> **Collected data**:
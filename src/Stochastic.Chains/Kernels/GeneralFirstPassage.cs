using System.Numerics;

namespace Stochastic.Chains.Kernels;

/// <summary>
/// The recursion of <see cref="FirstPassageReduction"/> in any arithmetic of non-negative numbers, one state at a time: the careful twin
/// of the fast kernel, for numbers with a wider range than a double.
/// </summary>
/// <typeparam name="TNumber">The arithmetic; only its additions, products and quotients are used.</typeparam>
/// <param name="times">Receives the times, row-major, states x kept.</param>
/// <param name="columns">The number of kept states, columns of <paramref name="times"/>.</param>
/// <param name="progress">Told the part that is done; null when nobody listens.</param>
/// <param name="cancellation">Looked at once for each eliminated state.</param>
internal sealed class GeneralFirstPassage<TNumber>(TNumber[] times, int columns, Action<double>? progress, CancellationToken cancellation)
    where TNumber : struct, IAdditionOperators<TNumber, TNumber, TNumber>, IMultiplyOperators<TNumber, TNumber, TNumber>, IDivisionOperators<TNumber, TNumber, TNumber>
{
    private int _filled;

    /// <summary>Finds the times to the kept states; see <see cref="FirstPassageReduction.Find"/>.</summary>
    /// <param name="rates">A row for each state: its rates to all states, the kept ones first, then its holding time.</param>
    /// <param name="states">The number of states.</param>
    internal void Find(TNumber[] rates, int states)
    {
        if (columns < states)
        {
            SolveAmong(rates, states, 0, columns, columns, 0);
        }
        else
        {
            Solve(rates, states, 0);
        }
    }

    private void Solve(TNumber[] rates, int states, int place)
    {
        if (states == 1)
        {
            progress?.Invoke((double)++_filled / columns);
            return;
        }

        var first = states / 2;
        SolveAmong(rates, states, 0, first, first, place);
        SolveAmong(rates, states, first, states - first, 0, place);
    }

    /// <summary>Fills the columns of the kept states, whose first one is <paramref name="keep"/>; the dropped ones begin at <paramref name="drop"/>.</summary>
    private void SolveAmong(TNumber[] rates, int states, int keep, int kept, int drop, int place)
    {
        var width = states + 1;
        var dropped = states - kept;
        var before = new TNumber[dropped * width];
        for (var row = 0; row < dropped; row++)
        {
            var source = rates.AsSpan((drop + row) * width, width);
            var target = before.AsSpan(row * width, width);
            source.Slice(drop, dropped).CopyTo(target);
            source.Slice(keep, kept).CopyTo(target[dropped..]);
            target[states] = source[states];
        }

        Eliminate(before, dropped, width);
        var among = new TNumber[kept * (kept + 1)];
        for (var row = 0; row < kept; row++)
        {
            var source = rates.AsSpan((keep + row) * width, width);
            var target = among.AsSpan(row * (kept + 1), kept + 1);
            source.Slice(keep, kept).CopyTo(target);
            target[kept] = source[states];
            for (var state = 0; state < dropped; state++)
            {
                AddScaled(source[drop + state], before.AsSpan((state * width) + dropped, kept + 1), target);
            }
        }

        Solve(among, kept, place + keep);
        for (var row = 0; row < dropped; row++)
        {
            var target = times.AsSpan(((place + drop + row) * columns) + place + keep, kept);
            target.Fill(before[(row * width) + states]);
            for (var state = 0; state < kept; state++)
            {
                AddScaled(before[(row * width) + dropped + state], times.AsSpan(((place + keep + state) * columns) + place + keep, kept), target);
            }
        }
    }

    /// <summary>Turns the columns right of the first states into W and w.</summary>
    private void Eliminate(TNumber[] table, int states, int width)
    {
        var pivots = new TNumber[states];
        for (var state = 0; state < states; state++)
        {
            cancellation.ThrowIfCancellationRequested();
            var rates = table.AsSpan((state * width) + state + 1, width - state - 1);
            foreach (var rate in rates[..^1])
            {
                pivots[state] += rate;
            }

            for (var row = state + 1; row < states; row++)
            {
                AddScaled(table[(row * width) + state] / pivots[state], rates, table.AsSpan((row * width) + state + 1, rates.Length));
            }
        }

        for (var state = states - 1; state >= 0; state--)
        {
            cancellation.ThrowIfCancellationRequested();
            var weights = table.AsSpan((state * width) + states, width - states);
            for (var after = state + 1; after < states; after++)
            {
                AddScaled(table[(state * width) + after], table.AsSpan((after * width) + states, weights.Length), weights);
            }

            for (var column = 0; column < weights.Length; column++)
            {
                weights[column] /= pivots[state];
            }
        }
    }

    private static void AddScaled(TNumber factor, ReadOnlySpan<TNumber> source, Span<TNumber> target)
    {
        if (EqualityComparer<TNumber>.Default.Equals(factor, default))
        {
            return;
        }

        for (var column = 0; column < source.Length; column++)
        {
            target[column] += factor * source[column];
        }
    }
}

> **WHAT YOU SHOULD DO**: From the first line of the records above down to the line containing "each eliminated state.</param>", repeat each line exactly as written. Include both of those lines and add nothing.

> **EXERCISE OUTPUT**:
filename src/Stochastic.Chains/Kernels/GeneralFirstPassage.cs
using System.Numerics;

namespace Stochastic.Chains.Kernels;

/// <summary>
/// The recursion of <see cref="FirstPassageReduction"/> in any arithmetic of non-negative numbers, one state at a time: the careful twin
/// of the fast kernel, for numbers with a wider range than a double.
/// </summary>
/// <typeparam name="TNumber">The arithmetic; only its additions, products and quotients are used.</typeparam>
/// <param name="times">Receives the times, row-major, states x kept.</param>
/// <param name="columns">The number of kept states, columns of <paramref name="times"/>.</param>
/// <param name="progress">Told the part that is done; null when nobody listens.</param>
/// <param name="cancellation">Looked at once for each eliminated state.</param>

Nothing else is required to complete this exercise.